* _TASK ITEM_
Lines of the material that include the string "bound" should be returned.
WORKING DATA START
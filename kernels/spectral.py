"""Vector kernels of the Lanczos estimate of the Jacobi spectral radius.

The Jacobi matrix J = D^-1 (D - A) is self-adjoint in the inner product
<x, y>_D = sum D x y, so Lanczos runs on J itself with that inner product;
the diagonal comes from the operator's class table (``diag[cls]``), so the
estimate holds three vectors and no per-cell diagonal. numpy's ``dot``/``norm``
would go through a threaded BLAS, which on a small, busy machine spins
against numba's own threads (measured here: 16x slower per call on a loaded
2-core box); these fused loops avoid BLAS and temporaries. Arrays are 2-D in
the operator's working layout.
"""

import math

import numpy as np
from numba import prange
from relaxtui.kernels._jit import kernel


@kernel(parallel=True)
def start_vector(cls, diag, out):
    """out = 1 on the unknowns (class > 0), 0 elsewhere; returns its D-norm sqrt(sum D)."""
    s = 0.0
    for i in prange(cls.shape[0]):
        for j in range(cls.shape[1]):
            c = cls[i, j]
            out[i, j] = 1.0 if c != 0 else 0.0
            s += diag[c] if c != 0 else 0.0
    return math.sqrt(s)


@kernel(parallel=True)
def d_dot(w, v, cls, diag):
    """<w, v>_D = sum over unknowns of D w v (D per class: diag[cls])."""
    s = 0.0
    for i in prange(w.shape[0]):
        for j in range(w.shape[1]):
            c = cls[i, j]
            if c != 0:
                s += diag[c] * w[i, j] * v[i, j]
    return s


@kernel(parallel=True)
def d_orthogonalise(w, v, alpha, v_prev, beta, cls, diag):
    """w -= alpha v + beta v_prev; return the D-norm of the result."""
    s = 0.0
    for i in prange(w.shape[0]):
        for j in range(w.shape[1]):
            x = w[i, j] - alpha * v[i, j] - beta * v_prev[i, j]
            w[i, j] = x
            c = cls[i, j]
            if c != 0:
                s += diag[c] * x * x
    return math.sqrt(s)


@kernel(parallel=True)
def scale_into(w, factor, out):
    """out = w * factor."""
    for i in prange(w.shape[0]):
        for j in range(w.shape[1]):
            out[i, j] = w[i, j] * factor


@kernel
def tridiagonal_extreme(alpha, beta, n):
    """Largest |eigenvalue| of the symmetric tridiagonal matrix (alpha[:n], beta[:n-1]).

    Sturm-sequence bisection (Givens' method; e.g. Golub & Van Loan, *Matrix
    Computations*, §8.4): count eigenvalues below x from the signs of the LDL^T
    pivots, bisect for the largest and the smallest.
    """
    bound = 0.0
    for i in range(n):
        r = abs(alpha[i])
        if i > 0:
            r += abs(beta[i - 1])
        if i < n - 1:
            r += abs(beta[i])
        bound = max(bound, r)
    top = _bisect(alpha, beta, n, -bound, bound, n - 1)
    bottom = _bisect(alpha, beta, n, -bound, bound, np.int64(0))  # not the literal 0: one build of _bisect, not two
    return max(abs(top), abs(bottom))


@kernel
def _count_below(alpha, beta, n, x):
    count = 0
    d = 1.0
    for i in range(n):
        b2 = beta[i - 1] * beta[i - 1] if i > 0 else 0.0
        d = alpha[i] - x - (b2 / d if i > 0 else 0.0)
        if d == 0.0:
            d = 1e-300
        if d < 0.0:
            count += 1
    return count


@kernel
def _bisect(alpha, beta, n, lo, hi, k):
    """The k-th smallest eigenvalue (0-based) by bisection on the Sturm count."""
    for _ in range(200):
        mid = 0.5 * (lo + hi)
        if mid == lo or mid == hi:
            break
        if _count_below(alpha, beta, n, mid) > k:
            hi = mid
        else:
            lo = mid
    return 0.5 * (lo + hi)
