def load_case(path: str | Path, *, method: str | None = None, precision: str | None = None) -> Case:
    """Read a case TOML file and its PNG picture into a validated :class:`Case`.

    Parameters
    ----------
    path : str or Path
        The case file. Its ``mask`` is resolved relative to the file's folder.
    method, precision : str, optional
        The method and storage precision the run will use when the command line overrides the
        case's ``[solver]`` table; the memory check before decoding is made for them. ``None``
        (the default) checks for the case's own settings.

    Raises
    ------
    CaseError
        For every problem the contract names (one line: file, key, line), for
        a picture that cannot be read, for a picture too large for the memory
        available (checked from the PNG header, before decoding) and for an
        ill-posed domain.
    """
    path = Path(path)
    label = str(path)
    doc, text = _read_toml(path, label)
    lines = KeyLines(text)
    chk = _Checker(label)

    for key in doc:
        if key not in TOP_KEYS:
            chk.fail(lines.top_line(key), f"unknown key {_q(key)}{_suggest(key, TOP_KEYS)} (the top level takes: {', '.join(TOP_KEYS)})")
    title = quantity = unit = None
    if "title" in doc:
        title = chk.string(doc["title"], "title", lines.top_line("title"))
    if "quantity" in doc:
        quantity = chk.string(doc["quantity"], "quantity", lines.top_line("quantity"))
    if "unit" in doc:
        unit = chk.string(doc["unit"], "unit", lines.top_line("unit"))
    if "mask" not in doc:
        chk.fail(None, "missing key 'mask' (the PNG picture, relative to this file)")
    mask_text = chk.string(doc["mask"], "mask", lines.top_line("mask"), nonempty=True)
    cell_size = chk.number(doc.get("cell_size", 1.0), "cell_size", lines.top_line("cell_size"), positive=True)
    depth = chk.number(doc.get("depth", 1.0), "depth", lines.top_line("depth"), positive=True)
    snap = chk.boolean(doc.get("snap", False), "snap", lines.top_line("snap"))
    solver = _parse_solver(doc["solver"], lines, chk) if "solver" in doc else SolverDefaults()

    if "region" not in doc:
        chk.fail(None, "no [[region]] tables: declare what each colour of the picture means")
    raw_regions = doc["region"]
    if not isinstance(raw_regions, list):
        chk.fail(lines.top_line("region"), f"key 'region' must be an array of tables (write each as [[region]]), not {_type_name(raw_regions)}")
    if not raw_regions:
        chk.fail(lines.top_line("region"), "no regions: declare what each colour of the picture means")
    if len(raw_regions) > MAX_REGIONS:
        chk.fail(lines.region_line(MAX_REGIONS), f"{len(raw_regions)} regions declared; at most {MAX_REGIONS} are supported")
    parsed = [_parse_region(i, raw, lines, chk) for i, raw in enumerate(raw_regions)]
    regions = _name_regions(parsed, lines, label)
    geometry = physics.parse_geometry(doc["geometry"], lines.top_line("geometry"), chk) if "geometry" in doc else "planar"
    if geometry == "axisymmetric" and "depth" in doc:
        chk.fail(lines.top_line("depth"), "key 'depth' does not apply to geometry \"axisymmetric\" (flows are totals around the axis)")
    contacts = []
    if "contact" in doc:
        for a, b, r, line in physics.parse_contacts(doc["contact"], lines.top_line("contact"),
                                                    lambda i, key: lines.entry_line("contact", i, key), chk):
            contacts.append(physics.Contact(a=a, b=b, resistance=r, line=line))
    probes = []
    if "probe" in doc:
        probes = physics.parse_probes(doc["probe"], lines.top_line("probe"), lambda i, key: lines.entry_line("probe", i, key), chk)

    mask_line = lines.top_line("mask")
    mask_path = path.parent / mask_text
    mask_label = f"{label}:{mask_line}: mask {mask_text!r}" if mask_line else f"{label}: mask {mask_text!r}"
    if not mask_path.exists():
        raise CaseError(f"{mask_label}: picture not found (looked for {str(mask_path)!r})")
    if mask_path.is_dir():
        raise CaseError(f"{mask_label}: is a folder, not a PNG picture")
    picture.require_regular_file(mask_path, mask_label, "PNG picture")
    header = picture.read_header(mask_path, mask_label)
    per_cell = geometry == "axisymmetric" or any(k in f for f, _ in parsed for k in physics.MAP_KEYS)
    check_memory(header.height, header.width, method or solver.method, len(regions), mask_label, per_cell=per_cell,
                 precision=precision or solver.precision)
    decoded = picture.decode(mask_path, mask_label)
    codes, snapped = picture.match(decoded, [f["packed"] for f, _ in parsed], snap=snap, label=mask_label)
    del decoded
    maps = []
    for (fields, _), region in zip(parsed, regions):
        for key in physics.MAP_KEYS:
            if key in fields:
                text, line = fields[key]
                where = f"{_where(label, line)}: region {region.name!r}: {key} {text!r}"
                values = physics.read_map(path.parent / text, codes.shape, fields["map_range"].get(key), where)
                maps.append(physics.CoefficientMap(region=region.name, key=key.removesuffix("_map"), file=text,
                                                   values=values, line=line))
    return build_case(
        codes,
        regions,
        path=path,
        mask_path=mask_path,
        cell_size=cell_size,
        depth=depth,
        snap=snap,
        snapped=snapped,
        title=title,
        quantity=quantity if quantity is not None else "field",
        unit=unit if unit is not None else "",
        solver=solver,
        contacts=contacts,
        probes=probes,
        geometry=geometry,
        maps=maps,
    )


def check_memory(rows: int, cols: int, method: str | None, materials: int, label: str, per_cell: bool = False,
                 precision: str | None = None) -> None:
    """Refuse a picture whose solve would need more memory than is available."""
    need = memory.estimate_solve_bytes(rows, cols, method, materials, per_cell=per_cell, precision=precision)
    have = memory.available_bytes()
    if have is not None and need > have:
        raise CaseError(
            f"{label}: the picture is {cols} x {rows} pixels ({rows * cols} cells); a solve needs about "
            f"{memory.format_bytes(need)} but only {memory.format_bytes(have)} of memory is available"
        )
WORKING DATA END
* _FINISHED TASK_
    bound = 0.0
        bound = max(bound, r)
    top = _bisect(alpha, beta, n, -bound, bound, n - 1)
    bottom = _bisect(alpha, beta, n, -bound, bound, np.int64(0))  # not the literal 0: one build of _bisect, not two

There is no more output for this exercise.